クトゥルは二人を見た後フツバの方を見て一度鼻で笑う。
「何?俺の顔そんな面白い?一応変顔してるつもりはないんだけど」
「いや、そんな女二人を連れているなんて甘ったれた心だと思っただけだ」
より二人の視線が鋭くなるがあの十空の前で煽ることのできるクトゥルからすればこんなのはなんでもない。

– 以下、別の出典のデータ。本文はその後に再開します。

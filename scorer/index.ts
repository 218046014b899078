/**
 * The scorer package: load a Leafcast artifact and score items with no
 * dependencies, no Node built-ins and no code generation, in Node or a browser.
 * This is the one public index; the trainer imports the same kernels for its
 * leaf encoding, so training and serving compute the same features.
 *
 * @example
 * import { loadScorer } from "leafcast/scorer";
 * const scorer = loadScorer(artifactText);
 * scorer.scoreOne({ tie_strength: 0.4, crop: "kale" }); // { probability: { open: ..., ... }, combined: ... }
 */
export { loadScorer } from "./load-scorer.js";
export { createScorer } from "./create-scorer.js";
export { Scorer, type ScoreResult, type BatchScores } from "./scorer.js";
export type { ScoreItem } from "./score-item.js";
export type { ColumnarBatch, ColumnInput } from "./columnar-batch.js";
export { columnsFromItems } from "./columns-from-items.js";
export {
  measureLatency,
  type LatencyDistribution,
  type LatencyOptions,
  type LatencyReport,
} from "./measure-latency.js";
export { ScorerError, type ScorerIssue } from "./scorer-error.js";
export { checkArtifact } from "./check-artifact.js";
export { modelFromArtifact } from "./model-from-artifact.js";
export { artifactChecksum } from "./artifact-checksum.js";
export { ARTIFACT_FORMAT, ARTIFACT_FORMAT_VERSION } from "./artifact-format.js";
export { artifactSchemaDocument, type ScorerArtifact } from "./artifact.generated.js";
export { canonicalJson } from "./canonical-json.js";
export { sha256Hex } from "./sha256.js";
export { murmur3, murmur3Parts } from "./murmur3.js";
export { checkScoringModel } from "./check-scoring-model.js";
export { checkForestModel } from "./check-forest-model.js";
export { encodedLayout, type EncodedLayout } from "./encoded-layout.js";
export { RowEncoder, type EncodedBuffers } from "./row-encoder.js";
export { ForestEvaluator } from "./forest-evaluator.js";
export type { ForestColumns, ForestRows } from "./forest-input.js";
export { checkJsonSchema, type JsonSchema, type SchemaIssue } from "./json-schema-check.js";
export type {
  CategoricalFeature,
  EncodedBatch,
  EncodingSpec,
  FeatureContract,
  ForestModel,
  HeadModel,
  ScoringModel,
  TreeModel,
} from "./model-types.js";
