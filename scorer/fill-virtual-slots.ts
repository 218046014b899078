import type { InputPlan } from "./compile-inputs.js";

/**
 * Fills the virtual slots (see VirtualSlots) of rows [first, first + count) of a
 * row block made by allocateRowBlock, from their categorical codes, which must
 * already be in place: per feature, the table row of the code (1 where the value
 * goes right, else 0) is copied into the feature's run of slots. The table sits
 * at the end of the block, so the copy is a native copyWithin. Allocates nothing.
 *
 * @example
 * fillVirtualSlots(plan, codes, block, 0, rows);
 */
export function fillVirtualSlots(
  plan: InputPlan,
  codes: Int32Array,
  block: Float64Array,
  first: number,
  count: number,
): void {
  const groupCodeSlot = plan.virtualGroupCodeSlot;
  const groupEnd = plan.virtualGroupEnd;
  const groupTable = plan.virtualGroupTable;
  const groups = groupCodeSlot.length;
  if (groups === 0) return;
  const tableBase = block.length - plan.virtualTable.length;
  const base = 2 * plan.featureCount;
  const stride = plan.stride;
  for (let i = first; i < first + count; i++) {
    const r = i * stride;
    let v = 0;
    for (let g = 0; g < groups; g++) {
      const end = groupEnd[g];
      const width = end - v;
      const from = tableBase + groupTable[g] + codes[r + groupCodeSlot[g]] * width;
      block.copyWithin(r + base + v, from, from + width);
      v = end;
    }
  }
}
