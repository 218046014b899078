import type { EncodedLayout } from "./encoded-layout.js";
import type { HeadModel } from "./model-types.js";

/**
 * The heads laid out for scoring: every table is [entry][lane] with one lane per
 * head (padded to 2, 4, 6, 8 or a multiple of 8 lanes), so one pass over an item's leaves
 * serves every head from the same cache lines.
 */
export interface CompiledHeads {
  readonly outcomes: readonly string[];
  readonly headCount: number;
  /** Doubles per table row: heads rounded up to 2, 4, 6 or 8, beyond 8 heads to a multiple of 8. */
  readonly lanes: number;
  /** Per leaf slot of the encoded space: the heads' weights. */
  readonly leafWeight: Float64Array;
  /** Open-addressing table of hashed buckets with a weight in some head: bucket (relative to the hashed region) or -1. */
  readonly bucketKey: Int32Array;
  /** Row of `hashedWeight` for each occupied `bucketKey` entry. */
  readonly bucketRow: Int32Array;
  readonly hashedWeight: Float64Array;
  /** Per standardized slot: the heads' weights. */
  readonly numericWeight: Float64Array;
  readonly bias: Float64Array;
  readonly negativeKeepRate: Float64Array;
  readonly valueWeight: Float64Array;
}

/**
 * Lays out checked heads (see checkScoringModel) for the scoring kernels.
 *
 * @example
 * const heads = compileHeads(model.heads, model.valueWeights, encodedLayout(model.forests, model.encoding));
 * heads.lanes; // 6 for 6 heads
 */
export function compileHeads(
  heads: readonly HeadModel[],
  valueWeights: readonly number[],
  layout: EncodedLayout,
): CompiledHeads {
  const headCount = heads.length;
  // Exact lanes save memory traffic (the leaf table is the hot data): round up to even up to 8.
  const lanes =
    headCount <= 8 ? Math.max(2, 2 * Math.ceil(headCount / 2)) : 8 * Math.ceil(headCount / 8);
  const leafWeight = new Float64Array(layout.leafCount * lanes);
  const numericCount = layout.width - layout.numericOffset;
  const numericWeight = new Float64Array(numericCount * lanes);
  const buckets = new Set<number>();
  for (const head of heads) {
    for (const index of head.index) {
      if (index >= layout.hashedOffset && index < layout.numericOffset)
        buckets.add(index - layout.hashedOffset);
    }
  }
  let tableSize = 1;
  while (tableSize < 2 * buckets.size) tableSize *= 2;
  const bucketKey = new Int32Array(tableSize).fill(-1);
  const bucketRow = new Int32Array(tableSize);
  const hashedWeight = new Float64Array(buckets.size * lanes);
  let rows = 0;
  const rowOf = (bucket: number): number => {
    let at = bucket & (tableSize - 1);
    while (bucketKey[at] !== -1 && bucketKey[at] !== bucket) at = (at + 1) & (tableSize - 1);
    if (bucketKey[at] === -1) {
      bucketKey[at] = bucket;
      bucketRow[at] = rows++;
    }
    return bucketRow[at];
  };
  heads.forEach((head, h) => {
    for (let i = 0; i < head.index.length; i++) {
      const index = head.index[i];
      const weight = head.weight[i];
      if (index < layout.hashedOffset) leafWeight[index * lanes + h] = weight;
      else if (index < layout.numericOffset)
        hashedWeight[rowOf(index - layout.hashedOffset) * lanes + h] = weight;
      else numericWeight[(index - layout.numericOffset) * lanes + h] = weight;
    }
  });
  return {
    outcomes: heads.map((head) => head.outcome),
    headCount,
    lanes,
    leafWeight,
    bucketKey,
    bucketRow,
    hashedWeight,
    numericWeight,
    bias: Float64Array.from(heads, (head) => head.bias),
    negativeKeepRate: Float64Array.from(heads, (head) => head.negativeKeepRate),
    valueWeight: Float64Array.from(valueWeights),
  };
}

そんな二人の態度とは反対に表情を微笑んだ状態から変えないフツバ。
「ま、明日明日。今どうこう言い合ったって何にもならんしね。ね、霊装楽しみにしてるよ!じゃね。青年」
フツバはこれといって緊張感を見せない。
これ以上言うことのないクトゥルは追うことはしない。
「なんでフツバあんなこと言われてんのに怒んないのよ⁉︎」
「そうですよ⁉︎」
女性二人からさっきの態度のことを怒られる。
「ん〜。まぁ、そんなことは置いといてさ、思わなかった?」
フツバが答えをぼかし話を切り替える。
二人の意識もフツバの話の入りに向く。
「何がよ?」
「え、俺最後にさ、青髪のアイツに向かって『青』年って言ったんだぜ。青と青。上手くないか?」
二人からしょうもないとあしらわれる筈だったこの冗談。
「どこに青がはいってんのよ?」
「はい?」
嘘とか冗談とかそんなのではなく聞いている真剣な顔。
「だって青髪とセイネンでしょ。セイネンの方のどこに青が入ってんのよ」
「あそっか。やっぱ何でもない」
「え、どこに?」
「もう、いいって言ってんだろ!」
「ねぇ、どこどこどこどこ?」
「うっさい!」
「フツバさん、どこに入ってるんですか」
まるでフツバが間違った事を言ったかのようなこの二人の態度は気に入らないが仕方のない事だ。
「普通に萎えたわ」
久しぶりのこの言葉の壁に明日までテンションが下がるフツバだった。